Available data:
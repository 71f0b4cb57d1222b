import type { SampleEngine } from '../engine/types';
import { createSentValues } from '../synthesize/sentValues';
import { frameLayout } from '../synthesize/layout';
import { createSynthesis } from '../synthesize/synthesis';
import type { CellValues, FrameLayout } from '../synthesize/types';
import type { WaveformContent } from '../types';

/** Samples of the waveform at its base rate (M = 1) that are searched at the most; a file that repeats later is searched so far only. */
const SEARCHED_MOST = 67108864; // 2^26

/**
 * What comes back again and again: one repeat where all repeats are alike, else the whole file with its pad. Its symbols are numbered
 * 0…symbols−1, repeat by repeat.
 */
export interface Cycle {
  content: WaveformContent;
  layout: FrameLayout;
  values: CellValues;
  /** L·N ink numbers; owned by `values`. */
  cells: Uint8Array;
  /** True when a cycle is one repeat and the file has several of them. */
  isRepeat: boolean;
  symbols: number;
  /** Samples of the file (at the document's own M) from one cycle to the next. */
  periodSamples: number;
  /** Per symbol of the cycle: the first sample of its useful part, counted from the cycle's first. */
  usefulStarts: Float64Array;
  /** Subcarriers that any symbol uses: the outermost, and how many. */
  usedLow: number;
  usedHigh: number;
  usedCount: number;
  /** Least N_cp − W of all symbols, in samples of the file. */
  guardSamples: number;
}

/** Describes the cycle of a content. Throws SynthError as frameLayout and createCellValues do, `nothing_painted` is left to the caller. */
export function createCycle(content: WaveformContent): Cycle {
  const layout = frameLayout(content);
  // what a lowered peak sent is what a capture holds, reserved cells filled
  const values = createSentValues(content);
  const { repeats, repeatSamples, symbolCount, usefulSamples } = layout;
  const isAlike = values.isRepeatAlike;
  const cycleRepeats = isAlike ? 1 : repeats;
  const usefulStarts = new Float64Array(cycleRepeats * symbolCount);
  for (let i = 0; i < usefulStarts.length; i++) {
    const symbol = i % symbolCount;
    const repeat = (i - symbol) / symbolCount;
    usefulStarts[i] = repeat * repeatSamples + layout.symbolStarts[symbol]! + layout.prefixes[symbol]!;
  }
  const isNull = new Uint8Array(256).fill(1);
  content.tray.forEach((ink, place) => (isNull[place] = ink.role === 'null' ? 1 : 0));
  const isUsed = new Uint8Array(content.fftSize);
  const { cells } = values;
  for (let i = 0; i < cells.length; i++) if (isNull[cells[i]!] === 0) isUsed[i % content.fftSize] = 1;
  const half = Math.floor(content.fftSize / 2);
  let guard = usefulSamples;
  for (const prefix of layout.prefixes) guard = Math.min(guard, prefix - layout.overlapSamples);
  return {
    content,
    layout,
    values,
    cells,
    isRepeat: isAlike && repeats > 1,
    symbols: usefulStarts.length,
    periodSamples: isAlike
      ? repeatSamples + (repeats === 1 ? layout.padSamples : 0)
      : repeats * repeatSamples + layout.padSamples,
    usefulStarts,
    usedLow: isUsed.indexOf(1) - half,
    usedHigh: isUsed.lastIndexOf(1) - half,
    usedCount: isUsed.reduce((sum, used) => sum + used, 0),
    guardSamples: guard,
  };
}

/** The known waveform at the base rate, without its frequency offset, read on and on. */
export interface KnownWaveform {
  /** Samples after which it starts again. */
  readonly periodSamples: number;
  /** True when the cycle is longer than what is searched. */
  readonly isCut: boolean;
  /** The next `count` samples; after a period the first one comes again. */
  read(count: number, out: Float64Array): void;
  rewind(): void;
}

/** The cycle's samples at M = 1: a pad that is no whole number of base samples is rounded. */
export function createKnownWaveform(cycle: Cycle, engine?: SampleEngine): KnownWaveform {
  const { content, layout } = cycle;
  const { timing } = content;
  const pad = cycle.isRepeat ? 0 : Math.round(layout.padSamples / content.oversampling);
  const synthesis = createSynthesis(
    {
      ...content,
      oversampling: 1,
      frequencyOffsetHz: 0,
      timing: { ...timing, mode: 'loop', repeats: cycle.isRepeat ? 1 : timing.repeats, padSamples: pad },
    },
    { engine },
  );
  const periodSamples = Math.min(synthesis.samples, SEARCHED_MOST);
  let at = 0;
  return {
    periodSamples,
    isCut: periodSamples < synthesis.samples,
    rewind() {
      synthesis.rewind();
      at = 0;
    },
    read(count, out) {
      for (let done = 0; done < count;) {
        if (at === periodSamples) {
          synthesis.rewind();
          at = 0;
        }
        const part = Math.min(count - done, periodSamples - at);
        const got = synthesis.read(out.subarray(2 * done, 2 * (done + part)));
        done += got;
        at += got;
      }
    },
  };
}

What you should do:
Reproduce the material exactly, from the first line to the last.

The answer:
repository 71f0b4cb57d1222b
import type { SampleEngine } from '../engine/types';
import { createSentValues } from '../synthesize/sentValues';
import { frameLayout } from '../synthesize/layout';
import { createSynthesis } from '../synthesize/synthesis';
import type { CellValues, FrameLayout } from '../synthesize/types';
import type { WaveformContent } from '../types';

/** Samples of the waveform at its base rate (M = 1) that are searched at the most; a file that repeats later is searched so far only. */
const SEARCHED_MOST = 67108864; // 2^26

/**
 * What comes back again and again: one repeat where all repeats are alike, else the whole file with its pad. Its symbols are numbered
 * 0…symbols−1, repeat by repeat.
 */
export interface Cycle {
  content: WaveformContent;
  layout: FrameLayout;
  values: CellValues;
  /** L·N ink numbers; owned by `values`. */
  cells: Uint8Array;
  /** True when a cycle is one repeat and the file has several of them. */
  isRepeat: boolean;
  symbols: number;
  /** Samples of the file (at the document's own M) from one cycle to the next. */
  periodSamples: number;
  /** Per symbol of the cycle: the first sample of its useful part, counted from the cycle's first. */
  usefulStarts: Float64Array;
  /** Subcarriers that any symbol uses: the outermost, and how many. */
  usedLow: number;
  usedHigh: number;
  usedCount: number;
  /** Least N_cp − W of all symbols, in samples of the file. */
  guardSamples: number;
}

/** Describes the cycle of a content. Throws SynthError as frameLayout and createCellValues do, `nothing_painted` is left to the caller. */
export function createCycle(content: WaveformContent): Cycle {
  const layout = frameLayout(content);
  // what a lowered peak sent is what a capture holds, reserved cells filled
  const values = createSentValues(content);
  const { repeats, repeatSamples, symbolCount, usefulSamples } = layout;
  const isAlike = values.isRepeatAlike;
  const cycleRepeats = isAlike ? 1 : repeats;
  const usefulStarts = new Float64Array(cycleRepeats * symbolCount);
  for (let i = 0; i < usefulStarts.length; i++) {
    const symbol = i % symbolCount;
    const repeat = (i - symbol) / symbolCount;
    usefulStarts[i] = repeat * repeatSamples + layout.symbolStarts[symbol]! + layout.prefixes[symbol]!;
  }
  const isNull = new Uint8Array(256).fill(1);
  content.tray.forEach((ink, place) => (isNull[place] = ink.role === 'null' ? 1 : 0));
  const isUsed = new Uint8Array(content.fftSize);
  const { cells } = values;
  for (let i = 0; i < cells.length; i++) if (isNull[cells[i]!] === 0) isUsed[i % content.fftSize] = 1;
  const half = Math.floor(content.fftSize / 2);
  let guard = usefulSamples;
  for (const prefix of layout.prefixes) guard = Math.min(guard, prefix - layout.overlapSamples);
  return {
    content,
    layout,
    values,
    cells,
    isRepeat: isAlike && repeats > 1,
    symbols: usefulStarts.length,
    periodSamples: isAlike
      ? repeatSamples + (repeats === 1 ? layout.padSamples : 0)
      : repeats * repeatSamples + layout.padSamples,
    usefulStarts,
    usedLow: isUsed.indexOf(1) - half,
    usedHigh: isUsed.lastIndexOf(1) - half,
    usedCount: isUsed.reduce((sum, used) => sum + used, 0),
    guardSamples: guard,
  };
}

/** The known waveform at the base rate, without its frequency offset, read on and on. */
export interface KnownWaveform {
  /** Samples after which it starts again. */
  readonly periodSamples: number;
  /** True when the cycle is longer than what is searched. */
  readonly isCut: boolean;
  /** The next `count` samples; after a period the first one comes again. */
  read(count: number, out: Float64Array): void;
  rewind(): void;
}

/** The cycle's samples at M = 1: a pad that is no whole number of base samples is rounded. */
export function createKnownWaveform(cycle: Cycle, engine?: SampleEngine): KnownWaveform {
  const { content, layout } = cycle;
  const { timing } = content;
  const pad = cycle.isRepeat ? 0 : Math.round(layout.padSamples / content.oversampling);
  const synthesis = createSynthesis(
    {
      ...content,
      oversampling: 1,
      frequencyOffsetHz: 0,
      timing: { ...timing, mode: 'loop', repeats: cycle.isRepeat ? 1 : timing.repeats, padSamples: pad },
    },
    { engine },
  );
  const periodSamples = Math.min(synthesis.samples, SEARCHED_MOST);
  let at = 0;
  return {
    periodSamples,
    isCut: periodSamples < synthesis.samples,
    rewind() {
      synthesis.rewind();
      at = 0;
    },
    read(count, out) {
      for (let done = 0; done < count;) {
        if (at === periodSamples) {
          synthesis.rewind();
          at = 0;
        }
        const part = Math.min(count - done, periodSamples - at);
        const got = synthesis.read(out.subarray(2 * done, 2 * (done + part)));
        done += got;
        at += got;
      }
    },
  };
}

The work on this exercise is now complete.